§ **GOAL OF THE EXERCISE**:
Give the data again exactly, stopping after the "internal ParameterLayout Layout" line.

______

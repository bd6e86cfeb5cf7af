using System.Collections.Immutable;
using PanelChoice.Covariates;
using PanelChoice.Design;
using PanelChoice.Diagnostics;
using PanelChoice.Estimation;
using PanelChoice.Inference;
using PanelChoice.Study;

namespace PanelChoice.Findings;

/// <summary>What the findings are drawn from.</summary>
/// <param name="Study">The study.</param>
/// <param name="Sample">The sample and its book-keeping, and the covariates' names.</param>
/// <param name="Model">The fitted model.</param>
/// <param name="Inference">Standard errors of all kinds, or the reasons why there are none.</param>
/// <param name="Diagnostics">The independence battery.</param>
public sealed record FindingsInput(
    StudySpecification Study, EstimationSample Sample, FittedModel Model, InferenceResult Inference, DiagnosticsResult Diagnostics)
{
    /// <summary>Whether clusters go by their own ids, not by pseudonyms.</summary>
    public bool ShowsIds { get; init; }

    /// <summary>What to report of each free parameter, in layout order.</summary>
    internal ImmutableArray<Recommendation> Recommendations => RecommendationRules.Of(this);

    /// <summary>Tests of terms.</summary>
    public ImmutableArray<TermTestResult> Tests { get; init; } = [];

    /// <summary>Nests against utility maximisation.</summary>
    public ImmutableArray<NestConsistency> UtilityMaximisation { get; init; } = [];

    internal ParameterLayout Layout => Model.Layout;

    /// <summary>The kind of standard error that the sentences quote: clustered, or the jackknife where clusters are not many.</summary>
    internal CovarianceKind Quoted =>
        Inference.Clusters.Count < RecommendationRules.SomeClusters && Inference.Covariances.GetValueOrDefault(CovarianceKind.Jackknife)?.Matrix is not null
            ? CovarianceKind.Jackknife
            : CovarianceKind.Cluster;

    /// <summary>Whether every person has one occasion and is a cluster of its own: then occasions are the independent units.</summary>
    internal bool IsCrossSection => Model.Design.Situations == Model.Design.Persons && Model.Design.Clusters.Length == Model.Design.Persons;

    internal string QuotedInWords => Quoted == CovarianceKind.Jackknife ? "jackknife" : "clustered";

    /// <summary>Whether there is any standard error: not where the estimate is no interior maximum, or every parameter is fixed.</summary>
    internal bool HasErrors => Inference.Covariances.GetValueOrDefault(CovarianceKind.Pooled)?.Matrix is not null;

    internal ParameterInference? InferenceOf(int parameter) => Inference.Parameters.FirstOrDefault(p => p.Parameter == parameter);

    internal KindFigures? Figures(int parameter, CovarianceKind kind) => InferenceOf(parameter)?.ByKind.GetValueOrDefault(kind);

    /// <summary>"1.234 (1.01 to 1.45)", or the value alone where it has no interval.</summary>
    internal string WithInterval(int parameter)
    {
        var value = Model.Parameters[parameter];
        var figures = Figures(parameter, Quoted);
        var decimals = PlainNumber.Decimals(value, figures?.StandardError);
        return figures?.Interval is { } interval
            ? $"{PlainNumber.Text(value, decimals)} ({PlainNumber.Text(interval.Low, decimals)} to {PlainNumber.Text(interval.High, decimals)})"
            : PlainNumber.Text(value, decimals);
    }

    /// <summary>The numbers behind <see cref="WithInterval"/>.</summary>
    internal ImmutableArray<FindingFigure> FiguresOf(int parameter)
    {
        var label = Layout.Parameters[parameter].Label;
        var figures = ImmutableArray.CreateBuilder<FindingFigure>();
        figures.Add(new FindingFigure(label, Model.Parameters[parameter]));
        if (Figures(parameter, Quoted)?.Interval is not { } interval) return figures.ToImmutable();
        figures.Add(new FindingFigure(label + ", low", interval.Low));
        figures.Add(new FindingFigure(label + ", high", interval.High));
        return figures.ToImmutable();
    }

    /// <summary>1 where the interval lies above the value, -1 where below, 0 where it holds it or there is none.</summary>
    internal int SideOf(int parameter, double value) => Figures(parameter, Quoted)?.Interval switch
    {
        { } interval when interval.Low > value => 1,
        { } interval when interval.High < value => -1,
        _ => 0,
    };
}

______

§ **EXPECTED OUTPUT**:
repository bd6e86cfeb5cf7af
using System.Collections.Immutable;
using PanelChoice.Covariates;
using PanelChoice.Design;
using PanelChoice.Diagnostics;
using PanelChoice.Estimation;
using PanelChoice.Inference;
using PanelChoice.Study;

namespace PanelChoice.Findings;

/// <summary>What the findings are drawn from.</summary>
/// <param name="Study">The study.</param>
/// <param name="Sample">The sample and its book-keeping, and the covariates' names.</param>
/// <param name="Model">The fitted model.</param>
/// <param name="Inference">Standard errors of all kinds, or the reasons why there are none.</param>
/// <param name="Diagnostics">The independence battery.</param>
public sealed record FindingsInput(
    StudySpecification Study, EstimationSample Sample, FittedModel Model, InferenceResult Inference, DiagnosticsResult Diagnostics)
{
    /// <summary>Whether clusters go by their own ids, not by pseudonyms.</summary>
    public bool ShowsIds { get; init; }

    /// <summary>What to report of each free parameter, in layout order.</summary>
    internal ImmutableArray<Recommendation> Recommendations => RecommendationRules.Of(this);

    /// <summary>Tests of terms.</summary>
    public ImmutableArray<TermTestResult> Tests { get; init; } = [];

    /// <summary>Nests against utility maximisation.</summary>
    public ImmutableArray<NestConsistency> UtilityMaximisation { get; init; } = [];

    internal ParameterLayout Layout => Model.Layout;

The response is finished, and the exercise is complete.